The name of the database is "sides", and there's a directorynamed "sides"
under /migrate/TASK001793786/2022-10-19b.

psql $NEWDB -f all_OWNER.sql
psql $NEWDB -f all_GRANT.sql

This is, of course, why we need to test the backup/restore process.

--
Angular momentum makes the world go 'round.

#15Adrian Klaver
adrian.klaver@aklaver.com
In reply to: Ron (#14)
Re: pg_restore 12 "permission denied for schema" errors

On 10/22/22 14:45, Ron wrote:

On 10/22/22 16:29, Adrian Klaver wrote:

To pseudo for me.

What file exactly is:

pg_restore --jobs=X --no-owner $NEWDB

restoring?

And how was that file created?

Knowing this might help get at why the more straight forward method
does not work.

This is what I ran to restore the database:
export PGHOST=${RDSENV}.xxxxxxxxxxxx.us-east-1.rds.amazonaws.com
cd /migrate/TASK001793786/2022-10-19b
NEWDB=sides
pg_restore -v --create --clean --no-owner --jobs=`nproc` -Fd
--dbname=template1 $NEWDB
psql $NEWDB -f all_OWNER.sql
psql $NEWDB -f all_GRANT.sql

The name of the database is "sides", and there's a directorynamed
"sides" under /migrate/TASK001793786/2022-10-19b.

Aah, I forgot about the -Fd, now it makes more sense.

To get past the --jobs induced error required the addition of --no-owner
and then adding owners and grants after the main restore.

What was the pg_dump command that produced
/migrate/TASK001793786/2022-10-19b/sides ?

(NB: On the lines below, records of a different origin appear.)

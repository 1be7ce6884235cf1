import type { Attribute } from '@/lib/reading/schema/attributes'
import { thousands } from '@/lib/science/methods/thousands'

const small = [
  'no',
  'one',
  'two',
  'three',
  'four',
  'five',
  'six',
  'seven',
  'eight',
  'nine',
  'ten',
  'eleven',
  'twelve',
]

/** Up to twelve in words, as one speaks. */
export function numberWord(count: number): string {
  return small[count] ?? thousands(String(count))
}

/** A sentence begins with a capital. */
export function capital(text: string): string {
  return text.charAt(0).toUpperCase() + text.slice(1)
}

/** "40 °C (inverted)": what sets a station's jars apart stands with its name. */
export function withVariant(name: string, variant: string | undefined): string {
  return variant ? `${name} (${variant})` : name
}

export function counted(count: number, one: string, many = `${one}s`): string {
  return `${numberWord(count)} ${count === 1 ? one : many}`
}

export function listed(items: string[]): string {
  return items.length < 2 ? (items[0] ?? '') : `${items.slice(0, -1).join(', ')} and ${items.at(-1)}`
}

/** What a value is written by: an attribute, or whatever carries as much of one. */
export type Written = {
  unit: string
  decimals: Attribute['decimals']
  words?: readonly string[] | null | undefined
}

/** A value with the figures its attribute is worth, and a true minus; without its unit. */
export function shownValue({ decimals, words }: Written, value: number): string {
  if (words) return words[Math.round(value)] ?? String(value)
  const text = decimals === 'three figures' ? threeFigures(value) : value.toFixed(decimals)
  return thousands(text.replace(/^-(0\.0*)$/, '$1').replace('-', '−'))
}

export function shownWithUnit(attribute: Written, value: number): string {
  const shown = shownValue(attribute, value)
  return attribute.unit && !attribute.words ? `${shown} ${attribute.unit}` : shown
}

function threeFigures(value: number): string {
  if (value === 0) return '0'
  const text = value.toPrecision(3)
  return text.includes('e') ? String(Number(text)) : text
}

psql $NEWDB -f all_OWNER.sql
psql $NEWDB -f all_GRANT.sql

This is, of course, why we need to test the backup/restore process.

--
Adrian Klaver
adrian.klaver@aklaver.com

#16Ron
ronljohnsonjr@gmail.com
In reply to: Adrian Klaver (#15)
Re: pg_restore 12 "permission denied for schema" errors

On 10/22/22 17:06, Adrian Klaver wrote:

On 10/22/22 14:45, Ron wrote:

On 10/22/22 16:29, Adrian Klaver wrote:

To pseudo for me.

What file exactly is:

pg_restore --jobs=X --no-owner $NEWDB

restoring?

And how was that file created?

Knowing this might help get at why the more straight forward method does
not work.

This is what I ran to restore the database:
export PGHOST=${RDSENV}.xxxxxxxxxxxx.us-east-1.rds.amazonaws.com
cd /migrate/TASK001793786/2022-10-19b
NEWDB=sides
pg_restore -v --create --clean --no-owner --jobs=`nproc` -Fd
--dbname=template1 $NEWDB
psql $NEWDB -f all_OWNER.sql
psql $NEWDB -f all_GRANT.sql

The name of the database is "sides", and there's a directorynamed "sides"
under /migrate/TASK001793786/2022-10-19b.

Aah, I forgot about the -Fd, now it makes more sense.

To get past the --jobs induced error required the addition of --no-owner
and then adding owners and grants after the main restore.

What was the pg_dump command that produced
/migrate/TASK001793786/2022-10-19b/sides ?

PGHOST=mumble.xxxxxxxxxxxx.us-east-1.rds.amazonaws.com
PGUSER=postgres
cd /migrate/TASK001793786/`date +%F`
DB=sides
pg_dump -d $DB -j4 -Z0 -v -Fd --file=$DB 2> ${DB}_pgdump.log

--
Angular momentum makes the world go 'round.

#17Tom Lane
tgl@sss.pgh.pa.us
In reply to: Ron (#8)
Re: pg_restore 12 "permission denied for schema" errors

Ron <ronljohnsonjr@gmail.com> writes:

On 10/20/22 10:02, Adrian Klaver wrote:

3) What if you run without --jobs?

It runs without error.  Add "--jobs=2" and the errors appear.

That's ... suggestive ... but not suggestive enough. Can you
create a self-contained test case? It probably doesn't depend
much at all on your data, just the schema.